_What you will do_
After locating the line that contains "repository fdc18bb8270347e2" in the records below, write out exactly that line and each line after it through the one that contains "per axis (ASPRS", and nothing else.

Saved entries
***

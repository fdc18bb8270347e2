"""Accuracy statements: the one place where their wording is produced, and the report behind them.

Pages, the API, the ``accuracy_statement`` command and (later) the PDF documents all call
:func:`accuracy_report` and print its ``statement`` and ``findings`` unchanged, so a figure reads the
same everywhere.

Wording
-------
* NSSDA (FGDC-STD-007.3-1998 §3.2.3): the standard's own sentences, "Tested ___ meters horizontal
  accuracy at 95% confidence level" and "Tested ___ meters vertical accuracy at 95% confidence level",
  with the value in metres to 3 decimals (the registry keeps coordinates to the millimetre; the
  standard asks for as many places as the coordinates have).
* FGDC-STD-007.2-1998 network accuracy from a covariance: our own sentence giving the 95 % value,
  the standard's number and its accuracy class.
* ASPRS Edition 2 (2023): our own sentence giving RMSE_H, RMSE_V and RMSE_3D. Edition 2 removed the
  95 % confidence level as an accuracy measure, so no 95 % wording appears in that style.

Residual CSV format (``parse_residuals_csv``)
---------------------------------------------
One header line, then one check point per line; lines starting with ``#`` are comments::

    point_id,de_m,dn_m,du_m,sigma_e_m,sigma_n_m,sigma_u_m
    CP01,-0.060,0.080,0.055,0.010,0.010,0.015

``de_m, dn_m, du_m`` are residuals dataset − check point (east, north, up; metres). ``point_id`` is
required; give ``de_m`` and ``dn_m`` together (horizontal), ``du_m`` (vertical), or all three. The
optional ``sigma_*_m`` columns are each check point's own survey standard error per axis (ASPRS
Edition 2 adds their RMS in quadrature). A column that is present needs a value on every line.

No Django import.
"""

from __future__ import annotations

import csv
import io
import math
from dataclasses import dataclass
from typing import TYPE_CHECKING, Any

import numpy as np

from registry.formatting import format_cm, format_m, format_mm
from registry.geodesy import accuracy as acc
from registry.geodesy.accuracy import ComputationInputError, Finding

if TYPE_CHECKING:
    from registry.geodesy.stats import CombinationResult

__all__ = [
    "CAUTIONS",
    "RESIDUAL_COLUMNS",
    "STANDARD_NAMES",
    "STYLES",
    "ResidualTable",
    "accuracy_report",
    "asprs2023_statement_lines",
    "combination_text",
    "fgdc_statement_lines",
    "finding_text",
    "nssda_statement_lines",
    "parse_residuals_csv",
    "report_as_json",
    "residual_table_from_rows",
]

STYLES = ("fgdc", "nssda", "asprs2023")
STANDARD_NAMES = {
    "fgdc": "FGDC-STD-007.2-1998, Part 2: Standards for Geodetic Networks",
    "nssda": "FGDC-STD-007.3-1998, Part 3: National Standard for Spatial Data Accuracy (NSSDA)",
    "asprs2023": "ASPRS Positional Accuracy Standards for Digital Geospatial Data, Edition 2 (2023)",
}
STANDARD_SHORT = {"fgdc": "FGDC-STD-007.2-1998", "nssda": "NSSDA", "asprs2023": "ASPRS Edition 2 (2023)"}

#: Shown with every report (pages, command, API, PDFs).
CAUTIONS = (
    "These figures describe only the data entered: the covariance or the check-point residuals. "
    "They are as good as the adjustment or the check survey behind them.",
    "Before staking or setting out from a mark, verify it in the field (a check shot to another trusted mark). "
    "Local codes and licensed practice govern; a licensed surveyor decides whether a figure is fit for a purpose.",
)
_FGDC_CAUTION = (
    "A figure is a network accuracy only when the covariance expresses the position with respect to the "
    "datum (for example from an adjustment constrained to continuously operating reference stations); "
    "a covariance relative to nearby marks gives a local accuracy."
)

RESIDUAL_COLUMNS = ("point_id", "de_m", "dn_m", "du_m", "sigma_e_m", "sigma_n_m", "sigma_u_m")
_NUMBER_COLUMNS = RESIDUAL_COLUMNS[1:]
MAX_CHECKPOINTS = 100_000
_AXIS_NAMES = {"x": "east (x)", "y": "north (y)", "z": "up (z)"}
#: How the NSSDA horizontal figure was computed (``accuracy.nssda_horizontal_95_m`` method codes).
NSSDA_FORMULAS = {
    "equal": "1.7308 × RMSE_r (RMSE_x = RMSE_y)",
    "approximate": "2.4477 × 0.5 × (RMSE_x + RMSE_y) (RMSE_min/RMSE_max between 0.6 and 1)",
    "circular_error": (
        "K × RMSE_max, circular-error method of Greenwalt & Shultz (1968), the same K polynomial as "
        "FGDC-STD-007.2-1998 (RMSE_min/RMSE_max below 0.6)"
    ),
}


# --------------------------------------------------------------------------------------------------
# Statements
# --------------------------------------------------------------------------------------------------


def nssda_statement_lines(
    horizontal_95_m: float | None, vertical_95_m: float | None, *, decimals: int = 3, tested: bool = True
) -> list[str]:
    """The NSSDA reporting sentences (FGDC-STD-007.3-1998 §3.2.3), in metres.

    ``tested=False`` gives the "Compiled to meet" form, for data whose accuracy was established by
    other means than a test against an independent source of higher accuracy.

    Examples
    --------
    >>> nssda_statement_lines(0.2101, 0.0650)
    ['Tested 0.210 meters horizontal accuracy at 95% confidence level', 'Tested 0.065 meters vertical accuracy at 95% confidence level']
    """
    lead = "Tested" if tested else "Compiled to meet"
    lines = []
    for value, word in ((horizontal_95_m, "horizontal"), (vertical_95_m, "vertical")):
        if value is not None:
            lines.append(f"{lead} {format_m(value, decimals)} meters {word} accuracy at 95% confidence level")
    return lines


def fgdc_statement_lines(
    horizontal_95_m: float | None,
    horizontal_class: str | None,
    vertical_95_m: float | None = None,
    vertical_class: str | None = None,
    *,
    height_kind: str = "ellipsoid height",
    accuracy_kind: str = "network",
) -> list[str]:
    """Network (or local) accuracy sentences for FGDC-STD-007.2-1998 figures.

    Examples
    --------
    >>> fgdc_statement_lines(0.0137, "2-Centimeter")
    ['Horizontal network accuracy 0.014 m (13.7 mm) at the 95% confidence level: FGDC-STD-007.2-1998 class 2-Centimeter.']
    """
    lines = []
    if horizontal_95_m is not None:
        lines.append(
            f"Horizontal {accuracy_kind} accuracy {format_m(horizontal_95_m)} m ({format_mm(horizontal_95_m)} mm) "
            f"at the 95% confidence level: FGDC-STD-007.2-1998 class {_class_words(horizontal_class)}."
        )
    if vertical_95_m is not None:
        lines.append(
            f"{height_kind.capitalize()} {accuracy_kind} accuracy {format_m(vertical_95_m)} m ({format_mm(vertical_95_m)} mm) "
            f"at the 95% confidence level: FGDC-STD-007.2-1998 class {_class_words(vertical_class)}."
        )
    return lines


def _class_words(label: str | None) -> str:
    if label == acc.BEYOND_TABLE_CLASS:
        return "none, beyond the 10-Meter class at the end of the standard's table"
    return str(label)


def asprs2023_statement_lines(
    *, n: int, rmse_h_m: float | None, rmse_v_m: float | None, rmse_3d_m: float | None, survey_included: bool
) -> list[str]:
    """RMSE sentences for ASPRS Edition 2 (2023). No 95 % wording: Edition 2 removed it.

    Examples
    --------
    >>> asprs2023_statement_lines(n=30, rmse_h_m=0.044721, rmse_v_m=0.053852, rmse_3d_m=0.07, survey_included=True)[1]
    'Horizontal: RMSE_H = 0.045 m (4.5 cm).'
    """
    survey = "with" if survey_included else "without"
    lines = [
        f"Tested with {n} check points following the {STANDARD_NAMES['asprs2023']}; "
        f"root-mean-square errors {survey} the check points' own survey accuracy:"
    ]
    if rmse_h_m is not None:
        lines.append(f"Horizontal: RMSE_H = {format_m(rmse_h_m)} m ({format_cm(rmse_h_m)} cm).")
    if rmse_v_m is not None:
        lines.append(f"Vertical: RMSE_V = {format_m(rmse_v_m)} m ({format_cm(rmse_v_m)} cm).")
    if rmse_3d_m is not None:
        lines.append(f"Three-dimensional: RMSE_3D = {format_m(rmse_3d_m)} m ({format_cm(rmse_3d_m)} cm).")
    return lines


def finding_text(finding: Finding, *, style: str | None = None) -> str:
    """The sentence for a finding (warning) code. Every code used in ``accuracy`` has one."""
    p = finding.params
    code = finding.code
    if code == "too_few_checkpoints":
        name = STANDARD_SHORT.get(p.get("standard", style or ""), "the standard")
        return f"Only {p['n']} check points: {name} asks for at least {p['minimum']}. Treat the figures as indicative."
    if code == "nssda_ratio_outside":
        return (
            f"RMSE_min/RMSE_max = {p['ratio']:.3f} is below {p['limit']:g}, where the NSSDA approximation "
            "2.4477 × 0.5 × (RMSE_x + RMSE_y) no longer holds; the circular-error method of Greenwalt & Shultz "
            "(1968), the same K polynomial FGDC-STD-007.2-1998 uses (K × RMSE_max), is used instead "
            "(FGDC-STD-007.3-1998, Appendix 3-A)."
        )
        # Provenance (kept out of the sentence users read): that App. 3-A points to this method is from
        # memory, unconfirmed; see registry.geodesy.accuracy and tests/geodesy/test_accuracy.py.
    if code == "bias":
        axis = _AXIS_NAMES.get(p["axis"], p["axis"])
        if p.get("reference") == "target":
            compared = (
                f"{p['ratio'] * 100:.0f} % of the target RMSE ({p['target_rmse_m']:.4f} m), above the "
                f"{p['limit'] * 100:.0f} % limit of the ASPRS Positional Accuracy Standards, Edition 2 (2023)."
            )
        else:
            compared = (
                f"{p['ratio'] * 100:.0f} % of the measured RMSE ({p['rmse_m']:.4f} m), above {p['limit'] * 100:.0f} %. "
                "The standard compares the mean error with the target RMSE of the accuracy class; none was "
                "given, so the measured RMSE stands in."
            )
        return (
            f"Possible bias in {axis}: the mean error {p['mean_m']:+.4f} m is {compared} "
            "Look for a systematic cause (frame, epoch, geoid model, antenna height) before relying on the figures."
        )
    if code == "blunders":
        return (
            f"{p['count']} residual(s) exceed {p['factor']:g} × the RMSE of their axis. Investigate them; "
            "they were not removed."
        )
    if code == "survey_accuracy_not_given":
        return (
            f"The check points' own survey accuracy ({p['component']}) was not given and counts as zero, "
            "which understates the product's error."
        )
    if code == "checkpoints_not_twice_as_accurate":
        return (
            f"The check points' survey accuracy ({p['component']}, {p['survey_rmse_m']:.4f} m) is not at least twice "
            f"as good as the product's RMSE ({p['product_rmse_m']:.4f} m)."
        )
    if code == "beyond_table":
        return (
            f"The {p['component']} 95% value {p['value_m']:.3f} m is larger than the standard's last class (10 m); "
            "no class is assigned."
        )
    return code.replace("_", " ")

***

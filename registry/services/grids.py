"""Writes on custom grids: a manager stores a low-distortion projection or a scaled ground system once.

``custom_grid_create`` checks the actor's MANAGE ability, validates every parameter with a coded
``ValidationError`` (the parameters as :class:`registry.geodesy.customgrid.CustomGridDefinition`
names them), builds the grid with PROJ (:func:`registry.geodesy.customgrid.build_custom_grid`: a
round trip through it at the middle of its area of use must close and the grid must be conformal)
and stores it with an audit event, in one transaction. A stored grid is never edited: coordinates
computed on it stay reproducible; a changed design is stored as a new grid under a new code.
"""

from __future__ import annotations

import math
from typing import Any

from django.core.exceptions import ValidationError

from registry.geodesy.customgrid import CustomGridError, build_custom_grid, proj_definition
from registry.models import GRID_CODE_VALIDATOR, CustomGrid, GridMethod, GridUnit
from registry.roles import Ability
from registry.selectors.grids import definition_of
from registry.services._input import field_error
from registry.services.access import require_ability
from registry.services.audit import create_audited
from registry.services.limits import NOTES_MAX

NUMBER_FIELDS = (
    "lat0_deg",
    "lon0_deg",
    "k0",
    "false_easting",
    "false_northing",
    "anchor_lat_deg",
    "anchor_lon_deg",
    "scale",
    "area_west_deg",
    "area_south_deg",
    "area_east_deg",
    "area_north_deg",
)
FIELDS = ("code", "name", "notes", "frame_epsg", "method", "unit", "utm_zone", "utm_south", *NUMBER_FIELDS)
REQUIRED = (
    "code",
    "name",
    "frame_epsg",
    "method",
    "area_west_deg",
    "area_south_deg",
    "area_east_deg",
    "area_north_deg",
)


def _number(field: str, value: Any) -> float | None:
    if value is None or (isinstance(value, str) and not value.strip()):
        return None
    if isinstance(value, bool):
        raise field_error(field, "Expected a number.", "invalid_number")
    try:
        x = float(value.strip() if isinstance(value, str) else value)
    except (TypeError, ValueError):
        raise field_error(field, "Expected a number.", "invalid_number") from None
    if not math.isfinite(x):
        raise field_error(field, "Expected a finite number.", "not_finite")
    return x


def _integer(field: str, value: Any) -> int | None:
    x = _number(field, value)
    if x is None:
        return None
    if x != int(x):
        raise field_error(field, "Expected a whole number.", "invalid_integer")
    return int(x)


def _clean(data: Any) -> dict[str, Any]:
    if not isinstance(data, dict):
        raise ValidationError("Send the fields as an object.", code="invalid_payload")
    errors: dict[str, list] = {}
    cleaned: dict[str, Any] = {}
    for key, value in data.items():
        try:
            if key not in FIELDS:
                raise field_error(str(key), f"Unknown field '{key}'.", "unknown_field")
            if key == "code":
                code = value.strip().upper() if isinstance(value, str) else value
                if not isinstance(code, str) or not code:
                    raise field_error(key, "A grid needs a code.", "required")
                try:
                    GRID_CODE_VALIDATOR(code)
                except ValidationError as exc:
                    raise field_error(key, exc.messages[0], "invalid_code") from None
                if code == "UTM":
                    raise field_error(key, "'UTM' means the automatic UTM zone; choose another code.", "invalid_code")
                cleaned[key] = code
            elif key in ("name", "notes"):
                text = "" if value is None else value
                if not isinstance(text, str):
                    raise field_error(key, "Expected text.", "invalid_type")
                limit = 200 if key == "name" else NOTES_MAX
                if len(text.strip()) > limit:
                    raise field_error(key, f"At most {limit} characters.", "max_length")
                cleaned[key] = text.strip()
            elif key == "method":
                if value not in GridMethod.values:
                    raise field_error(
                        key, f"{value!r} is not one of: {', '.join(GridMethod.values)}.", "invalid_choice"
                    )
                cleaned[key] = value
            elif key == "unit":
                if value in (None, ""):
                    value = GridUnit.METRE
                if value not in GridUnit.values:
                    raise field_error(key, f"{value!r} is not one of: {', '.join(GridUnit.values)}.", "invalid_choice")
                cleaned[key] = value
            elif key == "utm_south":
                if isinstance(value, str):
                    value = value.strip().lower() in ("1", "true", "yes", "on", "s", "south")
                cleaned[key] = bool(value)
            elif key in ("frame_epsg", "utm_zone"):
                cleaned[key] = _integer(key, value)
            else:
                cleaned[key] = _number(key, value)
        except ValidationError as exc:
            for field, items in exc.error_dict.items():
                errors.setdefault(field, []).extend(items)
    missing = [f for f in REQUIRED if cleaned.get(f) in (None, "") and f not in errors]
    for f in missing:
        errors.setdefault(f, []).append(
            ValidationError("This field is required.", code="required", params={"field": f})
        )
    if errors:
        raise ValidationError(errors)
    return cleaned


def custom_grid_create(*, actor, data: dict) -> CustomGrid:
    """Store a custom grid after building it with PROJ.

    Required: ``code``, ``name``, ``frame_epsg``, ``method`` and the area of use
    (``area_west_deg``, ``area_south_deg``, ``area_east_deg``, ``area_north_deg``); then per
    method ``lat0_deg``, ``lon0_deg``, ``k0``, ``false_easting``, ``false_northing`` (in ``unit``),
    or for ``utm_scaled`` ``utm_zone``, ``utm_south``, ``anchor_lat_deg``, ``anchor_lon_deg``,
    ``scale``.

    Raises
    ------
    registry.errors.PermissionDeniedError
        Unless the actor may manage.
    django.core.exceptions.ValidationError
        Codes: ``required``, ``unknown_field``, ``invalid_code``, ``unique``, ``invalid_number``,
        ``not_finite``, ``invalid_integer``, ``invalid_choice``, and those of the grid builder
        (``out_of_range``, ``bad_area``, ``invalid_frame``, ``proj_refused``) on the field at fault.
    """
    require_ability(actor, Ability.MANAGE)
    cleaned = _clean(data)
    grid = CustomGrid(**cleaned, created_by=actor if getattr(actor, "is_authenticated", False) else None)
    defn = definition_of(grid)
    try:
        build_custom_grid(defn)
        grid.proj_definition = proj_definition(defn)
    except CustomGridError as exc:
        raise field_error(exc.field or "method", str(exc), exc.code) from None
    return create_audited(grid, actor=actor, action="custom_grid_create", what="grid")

***

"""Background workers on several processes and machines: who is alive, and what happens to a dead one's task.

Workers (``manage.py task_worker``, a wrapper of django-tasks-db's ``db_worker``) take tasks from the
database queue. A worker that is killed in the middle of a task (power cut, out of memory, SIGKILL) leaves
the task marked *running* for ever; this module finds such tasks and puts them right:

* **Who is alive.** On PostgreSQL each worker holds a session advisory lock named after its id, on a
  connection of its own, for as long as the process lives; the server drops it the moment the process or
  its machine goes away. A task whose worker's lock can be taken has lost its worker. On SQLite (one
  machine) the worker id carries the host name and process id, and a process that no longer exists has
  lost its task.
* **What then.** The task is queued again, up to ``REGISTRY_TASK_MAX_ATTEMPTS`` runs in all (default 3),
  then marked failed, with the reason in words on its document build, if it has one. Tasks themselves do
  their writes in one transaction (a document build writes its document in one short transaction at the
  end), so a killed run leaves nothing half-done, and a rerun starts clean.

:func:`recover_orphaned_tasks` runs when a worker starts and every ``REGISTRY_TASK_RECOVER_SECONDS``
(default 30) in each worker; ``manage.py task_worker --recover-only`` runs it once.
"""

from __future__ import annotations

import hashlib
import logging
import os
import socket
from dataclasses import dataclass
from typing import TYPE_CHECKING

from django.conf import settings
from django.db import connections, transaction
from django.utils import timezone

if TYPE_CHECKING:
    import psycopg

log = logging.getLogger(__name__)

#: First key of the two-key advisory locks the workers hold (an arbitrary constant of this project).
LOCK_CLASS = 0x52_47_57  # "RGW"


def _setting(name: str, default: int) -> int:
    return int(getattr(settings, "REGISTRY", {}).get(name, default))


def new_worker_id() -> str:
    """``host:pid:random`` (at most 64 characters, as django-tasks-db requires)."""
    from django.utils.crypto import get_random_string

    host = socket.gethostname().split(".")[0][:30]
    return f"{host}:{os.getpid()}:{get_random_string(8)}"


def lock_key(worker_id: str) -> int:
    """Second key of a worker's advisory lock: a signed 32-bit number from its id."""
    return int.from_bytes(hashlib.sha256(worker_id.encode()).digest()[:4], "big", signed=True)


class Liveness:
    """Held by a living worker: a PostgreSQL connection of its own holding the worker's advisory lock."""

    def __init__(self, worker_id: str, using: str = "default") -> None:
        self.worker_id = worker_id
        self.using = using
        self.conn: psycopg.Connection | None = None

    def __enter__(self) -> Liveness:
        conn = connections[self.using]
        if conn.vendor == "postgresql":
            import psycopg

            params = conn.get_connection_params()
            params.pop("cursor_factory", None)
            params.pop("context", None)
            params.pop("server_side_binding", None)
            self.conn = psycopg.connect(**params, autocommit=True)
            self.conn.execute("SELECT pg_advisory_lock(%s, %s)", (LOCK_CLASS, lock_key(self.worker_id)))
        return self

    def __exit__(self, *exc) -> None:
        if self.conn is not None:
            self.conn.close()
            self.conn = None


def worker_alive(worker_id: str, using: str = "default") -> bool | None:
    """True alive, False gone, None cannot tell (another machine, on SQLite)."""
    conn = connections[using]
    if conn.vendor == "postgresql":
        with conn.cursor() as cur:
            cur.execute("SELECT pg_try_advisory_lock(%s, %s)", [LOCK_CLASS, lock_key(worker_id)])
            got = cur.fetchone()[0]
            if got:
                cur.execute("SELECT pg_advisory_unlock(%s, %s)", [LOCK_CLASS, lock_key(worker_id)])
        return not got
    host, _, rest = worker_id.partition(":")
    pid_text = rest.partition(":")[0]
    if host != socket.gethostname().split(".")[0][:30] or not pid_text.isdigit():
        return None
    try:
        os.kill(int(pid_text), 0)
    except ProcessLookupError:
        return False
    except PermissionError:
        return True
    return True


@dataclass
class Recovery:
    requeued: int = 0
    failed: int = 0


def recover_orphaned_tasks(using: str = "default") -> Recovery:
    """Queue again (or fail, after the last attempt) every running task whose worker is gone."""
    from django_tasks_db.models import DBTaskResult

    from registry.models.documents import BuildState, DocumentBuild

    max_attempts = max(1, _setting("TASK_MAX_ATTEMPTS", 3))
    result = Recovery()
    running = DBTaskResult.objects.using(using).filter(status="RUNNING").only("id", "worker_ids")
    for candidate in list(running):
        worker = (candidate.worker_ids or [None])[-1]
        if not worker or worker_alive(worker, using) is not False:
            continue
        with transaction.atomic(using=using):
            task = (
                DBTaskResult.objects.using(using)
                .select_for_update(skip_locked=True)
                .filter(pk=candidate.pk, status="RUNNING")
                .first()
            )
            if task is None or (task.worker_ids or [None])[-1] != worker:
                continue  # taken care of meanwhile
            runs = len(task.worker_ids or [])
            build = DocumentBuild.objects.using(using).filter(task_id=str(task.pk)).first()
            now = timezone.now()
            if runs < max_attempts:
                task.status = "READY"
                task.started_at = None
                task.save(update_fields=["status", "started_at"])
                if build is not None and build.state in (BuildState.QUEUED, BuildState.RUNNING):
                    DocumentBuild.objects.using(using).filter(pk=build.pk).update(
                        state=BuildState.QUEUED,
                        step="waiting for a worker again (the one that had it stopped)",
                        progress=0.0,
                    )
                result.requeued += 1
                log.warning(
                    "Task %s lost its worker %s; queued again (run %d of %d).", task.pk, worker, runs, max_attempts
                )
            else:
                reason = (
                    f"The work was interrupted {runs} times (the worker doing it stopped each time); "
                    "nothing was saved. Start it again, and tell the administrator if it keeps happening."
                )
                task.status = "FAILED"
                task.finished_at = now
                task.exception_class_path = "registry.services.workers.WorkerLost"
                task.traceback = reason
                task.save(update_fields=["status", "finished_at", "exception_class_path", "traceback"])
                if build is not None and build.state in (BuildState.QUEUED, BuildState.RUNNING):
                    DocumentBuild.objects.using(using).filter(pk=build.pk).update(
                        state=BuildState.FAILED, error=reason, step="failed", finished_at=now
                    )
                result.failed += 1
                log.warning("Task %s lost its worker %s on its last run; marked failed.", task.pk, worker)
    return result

***

_Output below_
repository fdc18bb8270347e2
"""Accuracy statements: the one place where their wording is produced, and the report behind them.

Pages, the API, the ``accuracy_statement`` command and (later) the PDF documents all call
:func:`accuracy_report` and print its ``statement`` and ``findings`` unchanged, so a figure reads the
same everywhere.

Wording
-------
* NSSDA (FGDC-STD-007.3-1998 §3.2.3): the standard's own sentences, "Tested ___ meters horizontal
  accuracy at 95% confidence level" and "Tested ___ meters vertical accuracy at 95% confidence level",
  with the value in metres to 3 decimals (the registry keeps coordinates to the millimetre; the
  standard asks for as many places as the coordinates have).
* FGDC-STD-007.2-1998 network accuracy from a covariance: our own sentence giving the 95 % value,
  the standard's number and its accuracy class.
* ASPRS Edition 2 (2023): our own sentence giving RMSE_H, RMSE_V and RMSE_3D. Edition 2 removed the
  95 % confidence level as an accuracy measure, so no 95 % wording appears in that style.

Residual CSV format (``parse_residuals_csv``)
---------------------------------------------
One header line, then one check point per line; lines starting with ``#`` are comments::

    point_id,de_m,dn_m,du_m,sigma_e_m,sigma_n_m,sigma_u_m
    CP01,-0.060,0.080,0.055,0.010,0.010,0.015

``de_m, dn_m, du_m`` are residuals dataset − check point (east, north, up; metres). ``point_id`` is
required; give ``de_m`` and ``dn_m`` together (horizontal), ``du_m`` (vertical), or all three. The
optional ``sigma_*_m`` columns are each check point's own survey standard error per axis (ASPRS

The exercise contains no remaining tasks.